# Supermarket or Branded Diesel ?



## 100852 (Sep 4, 2006)

Can anyone tell my if there is any deference, other than the price between supermarket diesel and branded diesel.
The reason I ask is that I have a Vauxhall Vectra 2L dti and have always filled it up with supermarket diesel. The vehicle feels sluggish to drive, is poor to start and on occasions beltches out black fumes from the exhaust. When I put diesel additive in the tank the problems disappear for a while but always return. 
I decided to try a not so scientific experiment, I let the tank drain free of the supermarket brand and filled up at a BP Garage. I have done this on three occasions now and the car appears to be running better. (without the additional additive.)
Is there a difference or am I wearing rose tinted glasses hoping that I have solved the problem and more importantly I don't want to damage my Motothome engine by putting cheap diesel in the tank


----------



## Snelly (Aug 20, 2005)

I cant say ive noticed a difference as dramatic as you have, but I do try to stick to a branded fuel station anyway... mainly Shell so I can get my points!


----------



## neilandsue (Jul 13, 2006)

Hi Bob,

That's an interesting question. We always reckoned in France that we had better economy from branded fuel than the supermarkets..the calorific value of the fuel was less?
But I am not so sure over here, Our local Esso is often as cheap as the supermarkets and it does not seem to make much difference!

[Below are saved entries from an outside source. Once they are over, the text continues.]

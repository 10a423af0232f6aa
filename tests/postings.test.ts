/**
 * The in-memory word index (src/kb/postings.ts) answers token search instead of FTS5 queries:
 * for every word, and any limit, it must return exactly what SQLite's FTS5 (unicode61 tokenizer)
 * returns on the same KB's alias_fts table. SQLite is the reference here; the tables are the
 * sample archive, a generated benchmark table and names in other scripts and with punctuation.
 */
import { readFileSync } from "node:fs";
import { join } from "node:path";
import { describe, expect, it } from "vitest";
import { MENTIONS_FILE } from "../benchmarks/generate.js";
import type { Kb } from "../src/kb/kb.js";
import { ftsWords, PostingsBuilder, Postings } from "../src/kb/postings.js";
import { foldText } from "../src/normalize/fold.js";
import { threeKbs } from "./helpers/three-kbs.js";

/** Names in other scripts, with apostrophes, hyphens, digits and FTS5 operator words. */
const SCRIPTS_CSV = [
  "id,name,type,aliases,prior",
  "X01,Ωμέγα Ναυτιλιακή,firm,Omega Shipping,30",
  "X02,Волга-Дон Пароходство,firm,Volga-Don,20",
  'X03,O\'Brannigan & Sons,firm,"O Brannigan and Sons",10',
  "X04,Zürich-Ost Lagerhaus,firm,Zuerich Ost,5",
  'X05,NEAR AND OR NOT,firm,"near, and or not",4',
  "X06,Pier 7 Stores,firm,Pier No. 7,3",
  "X07,İskele Kahvesi,firm,,2",
  "",
].join("\n");

const three = threeKbs({ csv: SCRIPTS_CSV, generatedEntities: 3000, generatedMentions: 300, seed: 5 });
const kbs = three.kbs;

/** Every vocabulary token of the KB, plus words that are in no name. */
const queryWords = (kb: Kb): string[] => [
  ...(kb.db.prepare("SELECT token FROM vocab").pluck(true).all() as string[]),
  "zzqx",
  '"',
  "a*",
  // FTS5 query syntax: split into plain words (or none) before any query is made.
  'NEAR(stenmouth, "quay")',
  "^harrow",
  "col:stenmouth",
  "(pell OR marsh) AND NOT quay",
  "-*'\"",
];

describe("the in-memory word index", () => {
  it("returns what FTS5 returns for every word and limit", () => {
    for (const kb of kbs) {
      const words = queryWords(kb);
      expect(words.length).toBeGreaterThan(10);
      let nonEmpty = 0;
      for (const w of words) {
        for (const limit of [1, 3, 150]) {
          const got = kb.searchAliases([w], limit);
          expect(got, `${w} limit ${limit}`).toEqual(kb.searchAliasesFts([w], limit));
          if (got.length > 0) nonEmpty++;
        }
      }
      expect(nonEmpty).toBeGreaterThan(words.length);
    }
  });

  it("returns what FTS5 returns for the words of generated mentions, several at a time", () => {
    const gen = kbs[1]!;
    const lines = readFileSync(join(three.file("gen"), MENTIONS_FILE), "utf8")
      .trim()
      .split("\n");
    let nonEmpty = 0;
    for (const line of lines) {
      const tokens = foldText(JSON.parse(line).text as string).split(" ");
      for (const limit of [2, 10, 150]) {
        const got = gen.searchAliases(tokens, limit);
        expect(got, `${tokens.join(" ")} limit ${limit}`).toEqual(gen.searchAliasesFts(tokens, limit));
        if (got.length > 0) nonEmpty++;
      }
    }
    expect(nonEmpty).toBeGreaterThan(lines.length);
  });

  it("finds names in other scripts and across punctuation", () => {
    const kb = kbs[2]!;
    const ids = (eids: number[]) => kb.entities(eids).map((e) => e.id);
    expect(ids(kb.searchAliases(["наутилиакн"], 5))).toEqual([]);
    expect(ids(kb.searchAliases([foldText("Волга")], 5))).toEqual(["X02"]);
    expect(ids(kb.searchAliases([foldText("Ναυτιλιακή")], 5))).toEqual(["X01"]);
    expect(ids(kb.searchAliases(["near"], 5))).toEqual(["X05"]);
    expect(ids(kb.searchAliases(["7"], 5))).toEqual(["X06"]);
    expect(ids(kb.searchAliases(["brannigan"], 5))).toEqual(["X03"]);
  });
});

describe("Postings", () => {
  it("keeps each word's entities in the order added and cuts at the limit", () => {
    const b = new PostingsBuilder();
    b.addKey("marsh quay", 4);
    b.addKey("quay", 2);
    b.addKey("marsh", 9);
    b.addKey("marsh-end quay", 4);
    b.addKey("end end", 6);
    const p = new Postings(b.build());
    const carriers = (w: string, limit: number) => {
      const out: number[] = [];
      p.forEachCarrier(w, limit, (e) => out.push(e));
      return out;
    };
    expect(carriers("marsh", 10)).toEqual([4, 9, 4]);
    expect(carriers("quay", 10)).toEqual([4, 2, 4]);
    expect(carriers("quay", 2)).toEqual([4, 2]);
    // A row carrying a word twice is one row, as in FTS5.
    expect(carriers("end", 10)).toEqual([4, 6]);
    expect(carriers("harbour", 10)).toEqual([]);
    expect(carriers("marsh", 0)).toEqual([]);
  });

  it("splits and lowercases words as the full-text tokenizer does", () => {
    expect(ftsWords("o'brien & co-op  No.7")).toEqual(["o", "brien", "co", "op", "no", "7"]);
    expect(ftsWords("ΩΜΕΓΑ")).toEqual(["ωμεγα"]);
    expect(ftsWords(" ,; ")).toEqual([]);
  });
});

When there was all the trouble with the contaminated petrol, it was amazing to find who was supplied from the same fuel depot 8O

Neil


----------



## Grizzly (May 9, 2005)

neilandsue said:


> When there was all the trouble with the contaminated petrol, it was amazing to find who was supplied from the same fuel depot 8O
> Neil


Do they supply _exactly_ the same fuel though ? Do they put additives in some and not in others in the same way that one firm will make jam for M&S, Tesco, Hartley's etc but not all to the same recipe ?

G


----------



## 100852 (Sep 4, 2006)

Grizzly said:


> neilandsue said:
> 
> 
> > When there was all the trouble with the contaminated petrol, it was amazing to find who was supplied from the same fuel depot 8O
> ...


My thoughts also. Do firms like Esso, Shell and Texaco add fuel cleanser to help clean the injectors. If I have to add diesel cleanser to supermarket diesel and not to branded fuel then maybe it has already been added. 
Anyone work in the industry who could give us the answer ?


----------



## Mikemoss (Sep 5, 2005)

I've worked in and around the oils/petrochemicals industry all my life and it's certainly my understanding that while the supermarkets are likely to buy their fuel in bulk on the spot market, the majors do take the trouble to develop their own additive packages which are the bits that make a real difference.

I know people poo poo this after seeing tankers of all brands filling up at the same terminals, but the fuel they are taking will have come from different storage tanks (ie with, or without, the additives).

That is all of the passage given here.